* Exercise goal
Find the line containing "const newBridge = (id: string, number: number): BridgeOutput" in the entries below. Restate it and each line after it, word for word, up to and including the line containing "const converterFields = (pulse: FieldSpec): FieldSpec[]".

Dataset entries:
○ ○ ○ ○ ○ ○ ○

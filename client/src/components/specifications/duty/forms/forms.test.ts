import { describe, expect, it } from 'vitest'
import { requirementSheetSchema } from '#shared/contracts/specification-document'
import type { Duty } from '#shared/engine/specification'
import { valueAt, withValue } from '../../document-paths'
import { allDutyFields, inputFields, newRequirement, supplyChoice } from '../duty-fields'
import { DUTY_FORMS, DUTY_TOPOLOGIES, formOf } from './index'

describe.each(DUTY_TOPOLOGIES)('the form of %s', (topology) => {
  const requirement = newRequirement(topology)
  const { duty } = requirement
  const form = formOf(duty)

  it('begins with a sheet that the interface takes', () => {
    expect(requirementSheetSchema.safeParse(requirement).error).toBeUndefined()
    expect(duty.topology).toBe(topology)
  })

  it('has a field for every value of the duty, and none for a value that does not exist', () => {
    const fields = [...inputFields(duty), ...form.fields(duty)]
    for (const { path } of fields) expect(valueAt({ requirement }, path), path).not.toBeUndefined()
    // A value that means something in one kind only has its field there.
    const otherwise = form.kinds(duty).flatMap((choice) => choice.choices.flatMap(({ value }) => {
      const changed = Object.entries(choice.write(String(value))).reduce<{ requirement: typeof requirement }>((tree, [place, entry]) => withValue(tree, place, entry), { requirement }).requirement.duty
      return formOf(changed).fields(changed)
    }))
    const places = [...fields, ...otherwise].map(({ path }) => path).concat(form.kinds(duty).map(({ place }) => place), 'requirement.duty.outputs', 'requirement.duty.topology', 'requirement.duty.supply')
    for (const key of Object.keys(duty)) expect(places.some((place) => place.startsWith(`requirement.duty.${key}`)), key).toBe(true)
  })

  it('has a column for every value of an output', () => {
    if (!form.outputs) return
    const [first] = (duty as Extract<Duty, { outputs: unknown }>).outputs
    expect(form.outputs.columns.map(({ field }) => field.path).sort()).toEqual(Object.keys(first!).filter((key) => key !== 'id').sort())
    expect(Object.keys(form.outputs.make('o2', 2)).sort()).toEqual(Object.keys(first!).sort())
  })

  it('keeps to the interface through every choice of kind', () => {
    const choices = [...form.kinds(duty), ...(supplyChoice(requirement) ? [supplyChoice(requirement)!] : [])]
    for (const choice of choices) {
      for (const { value } of choice.choices) {
        const changed = Object.entries(choice.write(String(value))).reduce<{ requirement: typeof requirement }>((tree, [place, entry]) => withValue(tree, place, entry), { requirement }).requirement
        expect(requirementSheetSchema.safeParse(changed).error, `${choice.label}: ${value}`).toBeUndefined()
        for (const { path } of [...inputFields(changed.duty), ...formOf(changed.duty).fields(changed.duty)]) expect(valueAt({ requirement: changed }, path), path).not.toBeUndefined()
      }
    }
  })

  it('names a unit beside every figure but ratios', () => {
    for (const field of form.fields(duty)) if (field.type === 'figure' && field.unit === '') expect(field.label).toMatch(/over|ratio|turns|times|number/i)
  })
})

it('every duty field has a place in words', () => {
  expect(new Set(Object.values(DUTY_FORMS).map(({ title }) => title)).size).toBe(DUTY_TOPOLOGIES.length)
  expect(allDutyFields().length).toBeGreaterThan(20)
})
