import type { BridgeOutput, FullBridgeDuty, HalfBridgeDuty, PushPullDuty } from '#shared/engine/duties/bridges'
import type { FilteredOutput } from '#shared/engine/duties/converter'
import type { ForwardDuty } from '#shared/engine/duties/forward'
import { choice, figure, type FieldSpec } from '../../field-types'
import { clampSpike, currentLimit, D, efficiency, frequency, newOutput, outputColumns, switchDrop, switchRating, type DutyForm, type OutputColumn } from './fields'

const filterColumns: readonly OutputColumn[] = [
  { header: 'Filter', field: figure('filterInductanceH', 'Inductance of the output filter; empty follows from the ripple', 'µH', { optional: true }), figure: true },
  { header: 'Ripple', field: figure('rippleRatio', 'Ripple of the filter over full load, at maximum input', '%', { min: 0.01, max: 2 }), figure: true },
]

export const rectifierColumn: OutputColumn = { header: 'Rectifier form', field: choice('rectifier', 'Form of the rectifier', [{ value: 'centre-tapped', label: 'centre-tapped' }, { value: 'full-wave', label: 'full-wave' }]) }

const filtered = <T extends object>(output: T) => ({ ...output, filterInductanceH: null, rippleRatio: 0.3 })
const newFiltered = (id: string, number: number): FilteredOutput => filtered(newOutput(id, number))
const newBridge = (id: string, number: number): BridgeOutput => ({ ...filtered(newOutput(id, number)), rectifier: 'centre-tapped' })

const longestPulse = (most: number, help: string): FieldSpec => figure(`${D}.maximumDutyRatio`, 'Longest conduction of one switch', '%', { min: 0.03, max: most, help })
const converterFields = (pulse: FieldSpec): FieldSpec[] => [frequency, pulse, efficiency, switchDrop, clampSpike, switchRating, currentLimit]
const HALF = 'Over the period of the flux; two sides take turns, so at most 50 %.'

const TELECOM = { kind: 'dc', minimumV: 36, nominalV: 48, maximumV: 75 } as const
const RECTIFIED = { kind: 'dc', minimumV: 340, nominalV: 390, maximumV: 410 } as const
const common = { efficiency: 0.9, switchDropV: 0.2, currentLimit: null, clampSpikeV: null, switchRatingV: null } as const

export const FORWARD_FORM: DutyForm<ForwardDuty> = {
  title: 'forward',
  text: 'One switch with reset winding, two switches, or an active clamp; an inductor in every output.',
  supplies: ['dc', 'mains'],
  outputs: { columns: [...outputColumns, ...filterColumns], make: newFiltered },
  kinds: ({ reset }) => [
    {
      label: 'Core reset by', place: `${D}.reset`, value: reset,
      choices: [{ value: 'reset-winding', label: 'reset winding' }, { value: 'two-switch', label: 'two switches' }, { value: 'active-clamp', label: 'active clamp' }],
      write: (kind) => ({ [`${D}.reset`]: kind }),
    },
  ],
  fields: () => converterFields(longestPulse(0.97, 'Over the period; reset needs the rest of it.')),
  start: { topology: 'forward', supply: TELECOM, reset: 'reset-winding', outputs: [{ ...newFiltered('o1', 1), voltageV: 5, rectifierDropV: 0.5, fullLoadCurrentA: 10, lightLoadCurrentA: 1 }], switchingFrequencyHz: 200e3, maximumDutyRatio: 0.47, ...common },
}

const bridgeOutputsForm = { columns: [...outputColumns, ...filterColumns, rectifierColumn], make: newBridge }
const bridgeOutputs: BridgeOutput[] = [{ ...newBridge('o1', 1), voltageV: 12, rectifierDropV: 0.7, fullLoadCurrentA: 20, lightLoadCurrentA: 2 }]

export const HALF_BRIDGE_FORM: DutyForm<HalfBridgeDuty> = {
  title: 'half-bridge',
  text: 'Two switches and two capacitors; half the input voltage at the primary.',
  supplies: ['dc', 'mains'],
  outputs: bridgeOutputsForm,
  kinds: () => [],
  fields: () => converterFields(longestPulse(0.5, HALF)),
  start: { topology: 'half-bridge', supply: RECTIFIED, outputs: bridgeOutputs, switchingFrequencyHz: 100e3, maximumDutyRatio: 0.45, ...common, switchDropV: 1 },
}

export const FULL_BRIDGE_FORM: DutyForm<FullBridgeDuty> = {
  title: 'full-bridge',
  text: 'Four switches; the whole input voltage at the primary.',
  supplies: ['dc', 'mains'],
  outputs: bridgeOutputsForm,
  kinds: ({ control }) => [
    {
      label: 'Control', place: `${D}.control`, value: control,
      choices: [{ value: 'pulse-width', label: 'pulse width' }, { value: 'phase-shift', label: 'phase shift' }],
      write: (kind) => ({ [`${D}.control`]: kind }),
    },
  ],
  fields: () => converterFields(longestPulse(0.5, HALF)),
  start: { topology: 'full-bridge', supply: RECTIFIED, control: 'phase-shift', outputs: [{ ...bridgeOutputs[0]!, fullLoadCurrentA: 60, lightLoadCurrentA: 6 }], switchingFrequencyHz: 100e3, maximumDutyRatio: 0.45, ...common, switchDropV: 1 },
}

export const PUSH_PULL_FORM: DutyForm<PushPullDuty> = {
  title: 'push-pull',
  text: 'Two switches at the ends of a tapped primary; for low input voltages.',
  supplies: ['dc'],
  outputs: bridgeOutputsForm,
  kinds: () => [],
  fields: () => converterFields(longestPulse(0.5, HALF)),
  start: { topology: 'push-pull', supply: { kind: 'dc', minimumV: 18, nominalV: 24, maximumV: 32 }, outputs: [{ ...bridgeOutputs[0]!, fullLoadCurrentA: 8, lightLoadCurrentA: 1 }], switchingFrequencyHz: 100e3, maximumDutyRatio: 0.45, ...common },
}
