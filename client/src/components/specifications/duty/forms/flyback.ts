import type { FlybackDuty } from '#shared/engine/specification'
import { figure, type FieldSpec } from '../../field-types'
import { clampSpike, currentLimit, D, dcSupply, efficiency, frequency, newOutput, outputColumns, switchDrop, switchRating, type DutyForm, type KindChoice } from './fields'

const MODES = [{ value: 'discontinuous', label: 'discontinuous' }, { value: 'boundary', label: 'boundary' }, { value: 'continuous', label: 'continuous' }, { value: 'quasi-resonant', label: 'quasi-resonant' }]
const SHARING = [{ value: 'in-proportion-to-load', label: 'in proportion to load' }, { value: 'from-leakages', label: 'from the leakages' }]
const NEW_MODES = { discontinuous: { kind: 'discontinuous', idleShare: 0.2 }, boundary: { kind: 'boundary' }, continuous: { kind: 'continuous', rippleRatio: 0.5 }, 'quasi-resonant': { kind: 'quasi-resonant', maximumFrequencyHz: 150e3, nodeCapacitanceF: 100e-12 } } as const

/** What an output may stand on: another one of its sign and side, whose voltage is lower. */
function stacking(outputs: FlybackDuty['outputs'], output: FlybackDuty['outputs'][number], index: number): KindChoice[] {
  const below = outputs.filter(({ id, side, voltageV }) => id !== output.id && side === output.side && voltageV * output.voltageV > 0 && Math.abs(voltageV) < Math.abs(output.voltageV))
  if (below.length === 0 && !output.stackedOn) return []
  const place = `${D}.outputs.${index}.stackedOn`
  return [{
    label: `${output.name || `Output ${index + 1}`} stands on`,
    place,
    choices: [{ value: OWN_RETURN, label: 'its own return' }, ...below.flatMap(({ id, name }) => [{ value: `winding ${id}`, label: `the winding of ${name}` }, { value: `output ${id}`, label: `the output ${name}` }])],
    value: output.stackedOn ? `${output.stackedOn.at} ${output.stackedOn.outputId}` : OWN_RETURN,
    write: (kind) => {
      const [at, outputId] = kind.split(' ')
      return { [place]: kind === OWN_RETURN ? null : { at, outputId } }
    },
  }]
}

const OWN_RETURN = 'own'

function conductionFields(kind: FlybackDuty['conduction']['kind']): FieldSpec[] {
  if (kind === 'boundary') return []
  if (kind === 'quasi-resonant') {
    return [
      figure(`${D}.conduction.maximumFrequencyHz`, 'Greatest frequency of the controller', 'kHz'),
      figure(`${D}.conduction.nodeCapacitanceF`, 'Capacitance at the switched node', 'pF', { help: 'Switch and winding together; it rings with the inductance.' }),
    ]
  }
  if (kind === 'discontinuous') return [figure(`${D}.conduction.idleShare`, 'Share of the period without current', '%', { min: 0, max: 0.9 })]
  return [figure(`${D}.conduction.rippleRatio`, 'Ripple over mean on-time current', '%', { min: 0.01, max: 2 })]
}

export const FLYBACK_FORM: DutyForm<FlybackDuty> = {
  title: 'flyback',
  text: 'The program proposes ratio, inductance, core, turns, wire, sequence and tests.',
  supplies: ['dc', 'mains'],
  outputs: { columns: outputColumns, make: newOutput },
  kinds: ({ conduction, sharing, outputs }) => [
    { label: 'Conduction at minimum input, full load', place: `${D}.conduction`, choices: MODES, value: conduction.kind, write: (kind) => ({ [`${D}.conduction`]: NEW_MODES[kind as keyof typeof NEW_MODES] }) },
    { label: 'Outputs share the current', place: `${D}.sharing`, choices: SHARING, value: sharing ?? 'in-proportion-to-load', write: (kind) => ({ [`${D}.sharing`]: kind }) },
    ...outputs.flatMap((output, index) => stacking(outputs, output, index)),
  ],
  fields: ({ conduction }) => [
    frequency,
    ...conductionFields(conduction.kind),
    efficiency,
    figure(`${D}.maximumDutyRatio`, 'Largest duty ratio', '%', { min: 0.03, max: 0.97, help: 'At minimum input; gives the ratio unless the reflected voltage is stated.' }),
    figure(`${D}.reflectedVoltageV`, 'Reflected voltage', 'V', { optional: true }),
    switchDrop,
    clampSpike,
    switchRating,
    currentLimit,
  ],
  start: {
    topology: 'flyback', supply: dcSupply, outputs: [{ id: 'o1', name: 'S1', role: 'main', voltageV: 5, rectifierDropV: 0.5, fullLoadCurrentA: 1, lightLoadCurrentA: 0.1, side: 'secondary' }],
    switchingFrequencyHz: 100e3, conduction: { kind: 'continuous', rippleRatio: 0.5 }, efficiency: 0.85, maximumDutyRatio: 0.45, reflectedVoltageV: null, switchDropV: 0.2,
    currentLimit: null, clampSpikeV: null, switchRatingV: null,
  },
}
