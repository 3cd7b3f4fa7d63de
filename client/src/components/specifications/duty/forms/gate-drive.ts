import { SIDE_WORDS } from '#shared/drawing/sheets/words'
import type { GateDriveDuty } from '#shared/engine/duties/gate-drive'
import { choice, figure, text, words } from '../../field-types'
import { D, frequency, type DutyForm, type OutputColumn } from './fields'

const DRIVES = [{ value: 'unipolar-dc-restored', label: 'unipolar behind a capacitor' }, { value: 'bipolar', label: 'bipolar' }]

const gateColumns: readonly OutputColumn[] = [
  { header: 'Name', field: text('name', 'Name', { maximum: 60 }) },
  { header: 'Gate voltage', field: figure('gateVoltageV', 'Step of the gate voltage', 'V'), figure: true },
  { header: 'Gate charge', field: figure('gateChargeC', 'Gate charge for that step', 'nC', { min: 0 }), figure: true },
  { header: 'Side', field: choice('side', 'Side of the insulation', words(SIDE_WORDS)) },
]

export const GATE_DRIVE_FORM: DutyForm<GateDriveDuty> = {
  title: 'gate-drive transformer',
  text: 'Pulses across an insulation: volt-seconds, magnetising current, droop and coupling capacitor.',
  supplies: ['dc'],
  outputs: { columns: gateColumns, make: (id, number) => ({ id, name: `G${number}`, side: 'secondary', gateVoltageV: 12, gateChargeC: 50e-9 }) },
  kinds: ({ drive }) => [{ label: 'Drive', place: `${D}.drive`, choices: DRIVES, value: drive, write: (kind) => ({ [`${D}.drive`]: kind, ...(kind === 'bipolar' ? { [`${D}.dutyRatio`]: { minimum: 0.1, maximum: 0.45 } } : {}) }) }],
  fields: ({ drive }) => [
    frequency,
    figure(`${D}.dutyRatio.minimum`, 'Shortest pulse over the period', '%', { min: 0.005, max: drive === 'bipolar' ? 0.5 : 0.995 }),
    figure(`${D}.dutyRatio.maximum`, 'Longest pulse over the period', '%', { min: 0.005, max: drive === 'bipolar' ? 0.5 : 0.995 }),
    figure(`${D}.driverResistanceOhm`, 'Resistance of the driver', 'Ω', { min: 0, help: 'With what stands in series with the primary.' }),
    figure(`${D}.couplingCapacitanceF`, 'Coupling capacitor', 'nF', { optional: true, help: 'In series with the primary.' }),
    figure(`${D}.transitionS`, 'Gate charged within', 'ns'),
    figure(`${D}.magnetisingCurrentA`, 'Magnetising current permitted, peak', 'mA'),
  ],
  start: {
    topology: 'gate-drive', drive: 'unipolar-dc-restored', supply: { kind: 'dc', minimumV: 11, nominalV: 12, maximumV: 13 }, switchingFrequencyHz: 100e3, dutyRatio: { minimum: 0.05, maximum: 0.6 },
    outputs: [{ id: 'o1', name: 'G1', side: 'secondary', gateVoltageV: 12, gateChargeC: 50e-9 }], driverResistanceOhm: 5, couplingCapacitanceF: 220e-9, transitionS: 50e-9, magnetisingCurrentA: 0.05,
  },
}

○ ○ ○ ○ ○ ○ ○

* Your response
const newBridge = (id: string, number: number): BridgeOutput => ({ ...filtered(newOutput(id, number)), rectifier: 'centre-tapped' })

const longestPulse = (most: number, help: string): FieldSpec => figure(`${D}.maximumDutyRatio`, 'Longest conduction of one switch', '%', { min: 0.03, max: most, help })
const converterFields = (pulse: FieldSpec): FieldSpec[] => [frequency, pulse, efficiency, switchDrop, clampSpike, switchRating, currentLimit]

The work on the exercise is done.